On my set up I have a 75mm outlet ~ 0.5m from the heater outlet via a 90o position from an 80mm 4 way tee and I haven't insulated this section, using the ducting supplied with the heater for this part. I have added a damper flap that can reduce but not entirely shut off this outlet, to ensure the more distant outlets get their fair share of the air flow. The other two runs to the fwd and aft cabins are ~2 & 4m runs ending in smaller 60mm adjustable / closable vent outlets. I have found that the outlet temperature from all three vents is similar, and hot on the hand not just warm. Even when the main cabin and controller reaches the set point and the heater settles back to idle the air flow from the distant outlets remains nice and warm and positive to these cabins.

The fwd vent will likely find itself closed if used at night because it is right above my daughters berth. For the aft cabin where the outlet sits at the cabin entrance I may remove the closable vents or glue them in position because to maintain full flow cross section at the outlets and with the flow control damper on the primary outlet perhaps in the minimum flow position I may need at least one of the secondary outlets open. This would not be an issue at low heat load, but if the heater suddenly wound up to full, then having both secondary outlets closed with the damper also restricting the primary opening could create a back pressure which could lead to excessive duct temperatures.

I am going to measure the maximum duct surface temperature at the heater outlet with both distant ducts closed and the damper to the primary outlet set to minimum flow position to see if excessive duct surface temperature levels are reached.

I am also going to install an automatic fire extinguisher in the same compartment as the heater.

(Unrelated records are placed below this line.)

namespace Stochastic.Chains.Kernels;

/// <summary>Borůvka's trees that grow together: every round joins each with the tree at the other end of its heaviest edge.</summary>
internal sealed class TreeGrowth
{
    private const double LargestSubnormal = 2.2250738585072009e-308;

    private readonly int[] _trees;
    private readonly double[] _heaviest;
    private readonly int[] _ends;
    private readonly int[] _champions;
    private readonly List<(int First, int Second, double Flow)> _edges = [];

    internal TreeGrowth(int count)
    {
        _trees = new int[count];
        _heaviest = new double[count];
        _ends = new int[count];
        _champions = new int[count];
        for (var state = 0; state < count; state++)
        {
            _trees[state] = state;
        }
    }

    internal int EdgeCount => _edges.Count;

    /// <summary>Finds for each state its heaviest move from or to another tree.</summary>
    internal void Scan<TRows>(TRows rows, ReadOnlySpan<int> states, double[] weights)
        where TRows : struct, IRateRows
    {
        var trees = _trees;
        var heaviest = _heaviest;
        Array.Fill(heaviest, LargestSubnormal);
        foreach (var from in states)
        {
            var rates = rows.Rates(from);
            var weight = weights[from];
            var tree = trees[from];
            for (var position = 0; position < rates.Length; position++)
            {
                var to = rows.Column(from, position);
                var flow = weight * rates[position];
                if (trees[to] == tree || !(flow > Math.Min(heaviest[from], heaviest[to])))
                {
                    continue;
                }

                Offer(from, to, flow);
                Offer(to, from, flow);
            }
        }
    }

    /// <summary>Joins each tree with another along its heaviest edge.</summary>
    internal void Join(ReadOnlySpan<int> states)
    {
        Array.Fill(_champions, -1);
        foreach (var state in states)
        {
            ref var champion = ref _champions[_trees[state]];
            if (_heaviest[state] > LargestSubnormal && (champion < 0 || _heaviest[state] > _heaviest[champion]))
            {
                champion = state;
            }
        }

        foreach (var state in states)
        {
            var champion = _champions[state];
            if (champion >= 0)
            {
                Join(champion, _ends[champion], _heaviest[champion]);
            }
        }

        foreach (var state in states)
        {
            _trees[state] = TreeOf(state);
        }
    }

    /// <summary>The one tree that is left, hung up at a root.</summary>
    internal HeavySpanningTree RootedAt(int root, int count)
    {
        var starts = new int[_trees.Length + 1];
        foreach (var (first, second, _) in _edges)
        {
            starts[first]++;
            starts[second]++;
        }

        for (var state = 1; state < starts.Length; state++)
        {
            starts[state] += starts[state - 1];
        }

        var edgesOf = new int[2 * _edges.Count];
        for (var edge = 0; edge < _edges.Count; edge++)
        {
            edgesOf[--starts[_edges[edge].First]] = edge;
            edgesOf[--starts[_edges[edge].Second]] = edge;
        }

        var order = new int[count];
        var parents = new int[_trees.Length];
        var flows = new double[_trees.Length];
        order[0] = root;
        parents[root] = -1;
        var found = 1;
        for (var k = 0; k < count; k++)
        {
            var state = order[k];
            foreach (var edge in edgesOf.AsSpan(starts[state], starts[state + 1] - starts[state]))
            {
                var (first, second, flow) = _edges[edge];
                var child = first == state ? second : first;
                if (child != parents[state])
                {
                    parents[child] = state;
                    flows[child] = flow;
                    order[found++] = child;
                }
            }
        }

        return new HeavySpanningTree(order, parents, flows);
    }

    private void Offer(int state, int end, double flow)
    {
        if (flow > _heaviest[state])
        {
            _heaviest[state] = flow;
            _ends[state] = end;
        }
    }

    /// <summary>Trees are kept apart by their numbers, not by the weights of their edges, so ties make no cycle.</summary>
    private void Join(int first, int second, double flow)
    {
        var (firstTree, secondTree) = (TreeOf(first), TreeOf(second));
        if (firstTree != secondTree)
        {
            _trees[Math.Max(firstTree, secondTree)] = Math.Min(firstTree, secondTree);
            _edges.Add((first, second, flow));
        }
    }

    private int TreeOf(int state)
    {
        while (_trees[state] != state)
        {
            state = _trees[state] = _trees[_trees[state]];
        }

        return state;
    }
}
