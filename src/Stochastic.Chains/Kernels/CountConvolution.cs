namespace Stochastic.Chains.Kernels;

/// <summary>
/// The law of a sum of independent whole numbers, by convolution of non-negative numbers. Tails that matter to nobody are cut off, and what
/// was cut is added up.
/// </summary>
internal sealed class CountConvolution
{
    /// <summary>What a tail must weigh to be kept, and where a binomial law is cut: far below a rounding of one.</summary>
    private const double Negligible = 1e-30;

    private double[] _probabilities = [1];
    private double _roundings;
    private double _leftOut;

    /// <summary>The number that the first probability belongs to.</summary>
    internal long First { get; private set; }

    internal ReadOnlySpan<double> Probabilities => _probabilities;

    /// <summary>A bound on how far the probability of any set of numbers is off.</summary>
    internal double AbsoluteErrorBound => SubtractionFreeBound.OfRoundings(_roundings + 8) + (_leftOut * SubtractionFreeBound.SecondOrder);

    /// <summary>Adds the number of successes in some trials, all of one probability.</summary>
    internal void AddBinomial(long trials, double probability)
    {
        var weights = ModeWeights.Binomial(trials, probability, Negligible);
        var law = new double[weights.Values.Length];
        VectorLoops.Divide(weights.Values, weights.Sum, law);
        _leftOut += weights.LeftOut / weights.Sum;
        _roundings += (2.0 * ModeWeights.RoundingsPerQuotient * weights.Reach) + 4 + (2.0 * Math.Min(law.Length, _probabilities.Length));
        First += weights.First;
        _probabilities = Convolve(_probabilities, law);
        Trim();
    }

    private static double[] Convolve(double[] first, double[] second)
    {
        var (longer, shorter) = first.Length >= second.Length ? (first, second) : (second, first);
        var result = new double[longer.Length + shorter.Length - 1];
        for (var k = 0; k < shorter.Length; k++)
        {
            VectorLoops.AddScaled(shorter[k], longer, result.AsSpan(k, longer.Length));
        }

        return result;
    }

    private void Trim()
    {
        var (start, end) = (0, _probabilities.Length);
        for (var cut = 0.0; start < end - 1 && cut + _probabilities[start] <= Negligible; start++)
        {
            cut += _probabilities[start];
        }

        for (var cut = 0.0; end > start + 1 && cut + _probabilities[end - 1] <= Negligible; end--)
        {
            cut += _probabilities[end - 1];
        }

        _leftOut += 2 * Negligible;
        First += start;
        _probabilities = _probabilities[start..end];
    }
}
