namespace Stochastic.Chains.Kernels;

/// <summary>Numbers q for the states such that changing each flow f_ij by (q_i − q_j) f_ij takes away most of the imbalances.</summary>
internal static class FlowSpread
{
    private const int Rounds = 3;
    private const int PotentialBits = 59;
    private const int LargestPrecision = 900;
    private const double Largest = 0.25;

    /// <summary>
    /// The numbers as integers in units of 2^−precision. Each round divides what is left of every imbalance by the state's throughput and
    /// so changes all its flows in proportion.
    /// </summary>
    internal static (long[] Potentials, int Precision) Potentials<TRows>(
        TRows rows, ReadOnlySpan<int> states, double[] weights, ExactSums imbalances, int scale)
        where TRows : struct, IRateRows
    {
        var ones = new double[weights.Length];
        Array.Fill(ones, 1);
        var throughputs = new double[weights.Length];
        AddNeighbours(rows, states, weights, ones, throughputs);

        var rest = new double[weights.Length];
        foreach (var state in states)
        {
            rest[state] = imbalances.Value(state, scale);
        }

        var potentials = new double[weights.Length];
        var step = ones;
        for (var round = 1; ; round++)
        {
            foreach (var state in states)
            {
                step[state] = double.IsNormal(throughputs[state]) ? rest[state] / throughputs[state] : 0;
                potentials[state] += step[state];
            }

            if (round == Rounds)
            {
                return ToIntegers(states, potentials);
            }

            Array.Clear(rest);
            AddNeighbours(rows, states, weights, step, rest);
        }
    }

    /// <summary>Adds, for each state, the flows to and from its neighbours, each times the neighbour's number.</summary>
    private static void AddNeighbours<TRows>(TRows rows, ReadOnlySpan<int> states, double[] weights, double[] numbers, double[] sums)
        where TRows : struct, IRateRows
    {
        foreach (var state in states)
        {
            rows.AddScaled(state, weights[state] * numbers[state], sums);
            sums[state] += weights[state] * rows.Dot(state, numbers);
        }
    }

    private static (long[] Potentials, int Precision) ToIntegers(ReadOnlySpan<int> states, double[] potentials)
    {
        var largest = double.Epsilon;
        foreach (var state in states)
        {
            ref var potential = ref potentials[state];
            potential = double.IsFinite(potential) ? Math.Clamp(potential, -Largest, Largest) : 0;
            largest = Math.Max(largest, Math.Abs(potential));
        }

        var precision = Math.Min(LargestPrecision, PotentialBits - Math.ILogB(largest));
        var integers = new long[potentials.Length];
        foreach (var state in states)
        {
            integers[state] = (long)Math.ScaleB(potentials[state], precision);
        }

        return (integers, precision);
    }
}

Heater & Vent system schematic layout ...

Boadicea%20-%204%20Heater%20%26%20Vent%20layout.PDF


Picture of heater with 4 way Tee and primary vent outlet - the opening normally has a closure panel with vent grill installed (NB BEFORE I fitted the exhaust pipe, and the silencer is fully sealed type) ...

Boadicea%20Heater%20%26%20Vent%20System%20-%201.jpg
Am well impressed with that neat installation!